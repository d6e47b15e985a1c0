"""What can be wrong with what a person gives us, said so that they can mend it."""

from __future__ import annotations

import difflib
import os
from collections.abc import Iterable
from dataclasses import dataclass, field, replace
from typing import Literal

Level = Literal["error", "warning"]


class InputWarning(UserWarning):
    """Something doubtful in an input that does not stop the work; its text is a :class:`Finding`'s."""


@dataclass(frozen=True)
class Finding:
    """One thing that is wrong or doubtful in an input.

    Attributes
    ----------
    level
        ``error`` stops the work, ``warning`` goes along with the result.
    what
        What is wrong, with the value found.
    mend
        What to change so that it is right.
    file
        The file as the user named it; empty when it is not about a file.
    place
        Where in the file: row, column, table and key, or joint.
    """

    level: Level
    what: str
    mend: str
    file: str = ""
    place: str = ""

    def __str__(self) -> str:
        where = ", ".join(part for part in (self.file, self.place) if part)
        told = f"{where}: {self.what}" if where else self.what
        return f"{told} ({self.mend})" if self.mend else told


class InputError(ValueError):
    """The input cannot be used. Carries every fault that was found, not only the first.

    Parameters
    ----------
    what, mend, file, place
        As in :class:`Finding`; one error is made of them.
    """

    def __init__(self, what: str, mend: str = "", *, file: str | os.PathLike[str] = "", place: str = "") -> None:
        self.findings: tuple[Finding, ...] = (Finding("error", what, mend, os.fspath(file), place),)
        super().__init__(str(self.findings[0]))

    @classmethod
    def of(cls, findings: Iterable[Finding]) -> InputError:
        """Make one error of several findings; at least one of them must be an error."""
        gathered = tuple(findings)
        error = cls("", "")
        error.findings = gathered
        error.args = ("\n".join(str(finding) for finding in gathered if finding.level == "error"),)
        return error

    def placed(self, *, file: str | os.PathLike[str] = "", place: str = "") -> InputError:
        """Give the same error with file and place filled in where a finding lacks them."""
        return InputError.of(
            replace(finding, file=finding.file or os.fspath(file), place=finding.place or place)
            for finding in self.findings
        )


@dataclass
class Findings:
    """Gathers the findings of one file, so that all of them are reported at once.

    Parameters
    ----------
    file
        The file that findings without a file of their own are about.
    """

    file: str = ""
    found: list[Finding] = field(default_factory=list)

    def error(self, what: str, mend: str = "", *, place: str = "", file: str = "") -> None:
        """Note an error; work goes on so that further faults are found too."""
        self.found.append(Finding("error", what, mend, file or self.file, place))

    def warning(self, what: str, mend: str = "", *, place: str = "", file: str = "") -> None:
        """Note something doubtful that does not stop the work."""
        self.found.append(Finding("warning", what, mend, file or self.file, place))

    def take(self, error: InputError, *, place: str = "") -> None:
        """Note all findings of an error that was raised further down."""
        self.found.extend(error.placed(file=self.file, place=place).findings)

    def extend(self, findings: Iterable[Finding]) -> None:
        """Note findings that were made elsewhere."""
        self.found.extend(findings)

    @property
    def has_errors(self) -> bool:
        """Whether any error was noted."""
        return any(finding.level == "error" for finding in self.found)

    @property
    def warnings(self) -> tuple[Finding, ...]:
        """The findings that do not stop the work."""
        return tuple(finding for finding in self.found if finding.level == "warning")

    def raise_errors(self) -> None:
        """Raise one :class:`InputError` with everything found, if there is an error among it."""
        if self.has_errors:
            raise InputError.of(self.found)


def near(word: str, known: Iterable[str]) -> str:
    """Say which known word was probably meant: ``did you mean `stiffness`?`` or the list of known ones."""
    choices = sorted(known)
    close = difflib.get_close_matches(word, choices, n=1, cutoff=0.6)
    if close:
        return f"did you mean `{close[0]}`?"
    return "known here: " + ", ".join(f"`{choice}`" for choice in choices)
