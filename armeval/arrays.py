"""Names for the arrays that travel through the program, and the one check at the door of every object."""

from __future__ import annotations

from typing import TypeAlias, TypeGuard

import numpy as np
import numpy.typing as npt

from armeval.errors import InputError

FloatArray: TypeAlias = npt.NDArray[np.float64]
IntArray: TypeAlias = npt.NDArray[np.int64]
BoolArray: TypeAlias = npt.NDArray[np.bool_]


def frozen(values: npt.ArrayLike, shape: tuple[int | None, ...], name: str) -> FloatArray:
    """Give a read-only contiguous float64 array of the wanted shape: a copy, unless the values are one already.

    Parameters
    ----------
    values
        Anything numpy can read as numbers.
    shape
        Wanted length of each axis; ``None`` leaves an axis free.
    name
        What the array is, for the message.

    Raises
    ------
    InputError
        If the shape differs, or a number is not finite.
    """
    array = values if _is_frozen(values) else np.array(values, dtype=np.float64, order="C")
    if array.ndim != len(shape) or any(w is not None and w != g for w, g in zip(shape, array.shape, strict=True)):
        wanted = " x ".join("any" if w is None else str(w) for w in shape)
        raise InputError(f"{name} has shape {array.shape}", f"give it the shape {wanted}")
    if not _is_finite(array):
        raise InputError(f"{name} holds values that are not finite numbers", "remove NaN and infinite values")
    array.setflags(write=False)
    return array


def read_only(values: FloatArray) -> FloatArray:
    """Give a read-only contiguous view, or a copy where there is no such view.

    Kernels are compiled anew for every mix of arrays that may and that may not be written, so what they only read is
    handed to them like this.
    """
    view = np.ascontiguousarray(values, dtype=np.float64).view()
    view.setflags(write=False)
    return view


def _is_finite(array: FloatArray) -> bool:
    """Whether all numbers are finite: their sum tells in one pass over a long log; where it overflows, each of them."""
    with np.errstate(over="ignore", invalid="ignore"):
        return bool(np.isfinite(array.sum())) or bool(np.isfinite(array).all())


def _is_frozen(values: npt.ArrayLike) -> TypeGuard[FloatArray]:
    """Whether nobody can write into it: long logs are then shared between objects instead of copied."""
    if not isinstance(values, np.ndarray) or values.dtype != np.float64 or not values.flags.c_contiguous:
        return False
    owner = values if values.base is None else values.base
    return not values.flags.writeable and isinstance(owner, np.ndarray) and not owner.flags.writeable


def frozen_limits(values: npt.ArrayLike, shape: tuple[int | None, ...], name: str) -> FloatArray:
    """Like :func:`frozen`, but infinite values are allowed: a joint may have no limit."""
    array = np.array(values, dtype=np.float64, order="C")
    frozen(np.where(np.isinf(array), 0.0, array), shape, name)
    array.setflags(write=False)
    return array
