"""``python -m armeval``: the same as the command."""

from armeval.cli import main

main()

------------------------------

* **WORK INSTRUCTIONS**:
Now write the data shown above out again, word for word.

* **WRITTEN REPLY**:
repository d6e47b15e985a1c0
"""What can be wrong with what a person gives us, said so that they can mend it."""

from __future__ import annotations

import difflib
import os
from collections.abc import Iterable
from dataclasses import dataclass, field, replace
from typing import Literal

Level = Literal["error", "warning"]


class InputWarning(UserWarning):
    """Something doubtful in an input that does not stop the work; its text is a :class:`Finding`'s."""


@dataclass(frozen=True)
class Finding:
    """One thing that is wrong or doubtful in an input.

    Attributes
    ----------
    level
        ``error`` stops the work, ``warning`` goes along with the result.
    what
        What is wrong, with the value found.
    mend
        What to change so that it is right.
    file
        The file as the user named it; empty when it is not about a file.
    place
        Where in the file: row, column, table and key, or joint.
    """

    level: Level
    what: str
    mend: str
    file: str = ""
    place: str = ""

    def __str__(self) -> str:
        where = ", ".join(part for part in (self.file, self.place) if part)
        told = f"{where}: {self.what}" if where else self.what
        return f"{told} ({self.mend})" if self.mend else told


class InputError(ValueError):
    """The input cannot be used. Carries every fault that was found, not only the first.

    Parameters
    ----------
    what, mend, file, place
        As in :class:`Finding`; one error is made of them.
    """

    def __init__(self, what: str, mend: str = "", *, file: str | os.PathLike[str] = "", place: str = "") -> None:
        self.findings: tuple[Finding, ...] = (Finding("error", what, mend, os.fspath(file), place),)
        super().__init__(str(self.findings[0]))

    @classmethod
    def of(cls, findings: Iterable[Finding]) -> InputError:
        """Make one error of several findings; at least one of them must be an error."""
        gathered = tuple(findings)
        error = cls("", "")
        error.findings = gathered
        error.args = ("\n".join(str(finding) for finding in gathered if finding.level == "error"),)
        return error

    def placed(self, *, file: str | os.PathLike[str] = "", place: str = "") -> InputError:
        """Give the same error with file and place filled in where a finding lacks them."""
        return InputError.of(
            replace(finding, file=finding.file or os.fspath(file), place=finding.place or place)
            for finding in self.findings
        )


@dataclass
class Findings:
    """Gathers the findings of one file, so that all of them are reported at once.

    Parameters
    ----------
    file
        The file that findings without a file of their own are about.
    """

    file: str = ""
    found: list[Finding] = field(default_factory=list)

    def error(self, what: str, mend: str = "", *, place: str = "", file: str = "") -> None:
        """Note an error; work goes on so that further faults are found too."""
        self.found.append(Finding("error", what, mend, file or self.file, place))

    def warning(self, what: str, mend: str = "", *, place: str = "", file: str = "") -> None:
        """Note something doubtful that does not stop the work."""
        self.found.append(Finding("warning", what, mend, file or self.file, place))

    def take(self, error: InputError, *, place: str = "") -> None:
        """Note all findings of an error that was raised further down."""
        self.found.extend(error.placed(file=self.file, place=place).findings)

    def extend(self, findings: Iterable[Finding]) -> None:
        """Note findings that were made elsewhere."""
        self.found.extend(findings)

    @property
    def has_errors(self) -> bool:
        """Whether any error was noted."""
        return any(finding.level == "error" for finding in self.found)

    @property
    def warnings(self) -> tuple[Finding, ...]:
        """The findings that do not stop the work."""
        return tuple(finding for finding in self.found if finding.level == "warning")

    def raise_errors(self) -> None:
        """Raise one :class:`InputError` with everything found, if there is an error among it."""
        if self.has_errors:
            raise InputError.of(self.found)


def near(word: str, known: Iterable[str]) -> str:
    """Say which known word was probably meant: ``did you mean `stiffness`?`` or the list of known ones."""
    choices = sorted(known)
    close = difflib.get_close_matches(word, choices, n=1, cutoff=0.6)
    if close:
        return f"did you mean `{close[0]}`?"
    return "known here: " + ", ".join(f"`{choice}`" for choice in choices)
filename armeval/arrays.py
"""Names for the arrays that travel through the program, and the one check at the door of every object."""

from __future__ import annotations

from typing import TypeAlias, TypeGuard

import numpy as np
import numpy.typing as npt

from armeval.errors import InputError

FloatArray: TypeAlias = npt.NDArray[np.float64]
IntArray: TypeAlias = npt.NDArray[np.int64]
BoolArray: TypeAlias = npt.NDArray[np.bool_]


def frozen(values: npt.ArrayLike, shape: tuple[int | None, ...], name: str) -> FloatArray:
    """Give a read-only contiguous float64 array of the wanted shape: a copy, unless the values are one already.

    Parameters
    ----------
    values
        Anything numpy can read as numbers.
    shape
        Wanted length of each axis; ``None`` leaves an axis free.
    name
        What the array is, for the message.

    Raises
    ------
    InputError
        If the shape differs, or a number is not finite.
    """
    array = values if _is_frozen(values) else np.array(values, dtype=np.float64, order="C")
    if array.ndim != len(shape) or any(w is not None and w != g for w, g in zip(shape, array.shape, strict=True)):
        wanted = " x ".join("any" if w is None else str(w) for w in shape)
        raise InputError(f"{name} has shape {array.shape}", f"give it the shape {wanted}")
    if not _is_finite(array):
        raise InputError(f"{name} holds values that are not finite numbers", "remove NaN and infinite values")
    array.setflags(write=False)
    return array


def read_only(values: FloatArray) -> FloatArray:
    """Give a read-only contiguous view, or a copy where there is no such view.

    Kernels are compiled anew for every mix of arrays that may and that may not be written, so what they only read is
    handed to them like this.
    """
    view = np.ascontiguousarray(values, dtype=np.float64).view()
    view.setflags(write=False)
    return view


def _is_finite(array: FloatArray) -> bool:
    """Whether all numbers are finite: their sum tells in one pass over a long log; where it overflows, each of them."""
    with np.errstate(over="ignore", invalid="ignore"):
        return bool(np.isfinite(array.sum())) or bool(np.isfinite(array).all())


def _is_frozen(values: npt.ArrayLike) -> TypeGuard[FloatArray]:
    """Whether nobody can write into it: long logs are then shared between objects instead of copied."""
    if not isinstance(values, np.ndarray) or values.dtype != np.float64 or not values.flags.c_contiguous:
        return False
    owner = values if values.base is None else values.base
    return not values.flags.writeable and isinstance(owner, np.ndarray) and not owner.flags.writeable


def frozen_limits(values: npt.ArrayLike, shape: tuple[int | None, ...], name: str) -> FloatArray:
    """Like :func:`frozen`, but infinite values are allowed: a joint may have no limit."""
    array = np.array(values, dtype=np.float64, order="C")
    frozen(np.where(np.isinf(array), 0.0, array), shape, name)
    array.setflags(write=False)
    return array
"""``python -m armeval``: the same as the command."""

from armeval.cli import main

main()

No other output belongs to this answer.